Alexandria Engineering Journal (Nov 2024)
A multi-scale embedding network for unified named entity recognition in Chinese Electronic Medical Records
Abstract
Named Entity Recognition (NER) in Chinese Electronic Medical Records (EMRs) is crucial for enhancing healthcare quality and efficiency. However, the unique complexity of the Chinese language and the unstructured format of medical texts create significant challenges. To address these issues, we propose MSCNER, a unified Multi-Scale Embedding Network designed specifically for NER in Chinese EMRs. MSCNER navigates linguistic and contextual challenges by employing a character relation classification scheme.

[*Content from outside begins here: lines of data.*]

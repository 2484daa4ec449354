// Structured request logs (server/utils/logger.ts): one line per answered request with a
// request id, which the answer carries as X-Request-Id so a person's report can be matched to
// its line. Behind the proxy (TRUST_PROXY=1) the proxy's own id is kept when it sends a sane
// one, so its access log and ours share it. Static files and the health probes log at debug.
import { randomUUID } from 'node:crypto'
import type { H3Event } from 'h3'

declare module 'h3' {
  interface H3EventContext { requestId?: string; requestStart?: number }
}

const SANE_ID = /^[\w-]{8,64}$/
const QUIET = /^\/(_nuxt\/|__nuxt|favicon|icons\/|manifest|sw\.js|workbox-|api\/health$|api\/ready$)/

function requestId(event: H3Event): string {
  const fromProxy = appEnv().TRUST_PROXY ? getRequestHeader(event, 'x-request-id') : undefined
  return fromProxy && SANE_ID.test(fromProxy) ? fromProxy : randomUUID()
}

export default defineNitroPlugin((nitro) => {
  const log = useLogger()
  nitro.hooks.hook('request', (event) => {
    event.context.requestId = requestId(event)
    event.context.requestStart = performance.now()
    setResponseHeader(event, 'x-request-id', event.context.requestId)
  })
  nitro.hooks.hook('afterResponse', (event) => {
    const path = loggablePath(event.path)
    const line = {
      reqId: event.context.requestId,
      method: event.method,
      path,
      status: event.node.res.statusCode,
      ms: Math.round((performance.now() - (event.context.requestStart ?? performance.now())) * 10) / 10,
    }
    if (QUIET.test(path)) log.debug(line, 'request')
    else log.info(line, 'request')
  })
  nitro.hooks.hook('error', (error, { event }) => {
    // h3 refusals (4xx) are answers, not faults: only what became a 5xx is logged as an error
    const status = (error as { statusCode?: number }).statusCode ?? 500
    if (status < 500) return
    log.error({ reqId: event?.context.requestId, path: event ? loggablePath(event.path) : undefined, err: { message: error.message, stack: error.stack } }, 'request failed')
  })
})
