import { mouldWork } from '../../../services/mould-works'
// The mould's open work, or its last one, or null (staff read).
export default defineEventHandler(async (event) => {
  const actor = await requireRole(event, ...STAFF)
  const { id } = validParams(event, idParamSchema)
  return mouldWork(actor.workshopId, id)
})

The model first extracts detailed contextual information through an information extraction module and a context modeler. It then incorporates multi-scale feature extraction to gather comprehensive features across characters, words, and positions. Additionally, a weight allocation module based on an attention mechanism optimizes the recognition of complex and discontinuous entities. Experimental results on three benchmark Chinese EMR datasets demonstrate that MSCNER achieves state-of-the-art performance. It significantly surpasses existing models in terms of accuracy and reliability. These findings underscore the potential of MSCNER to improve NER in medical applications, paving the way for more effective and scalable healthcare data systems and broader applications in other language processing tasks.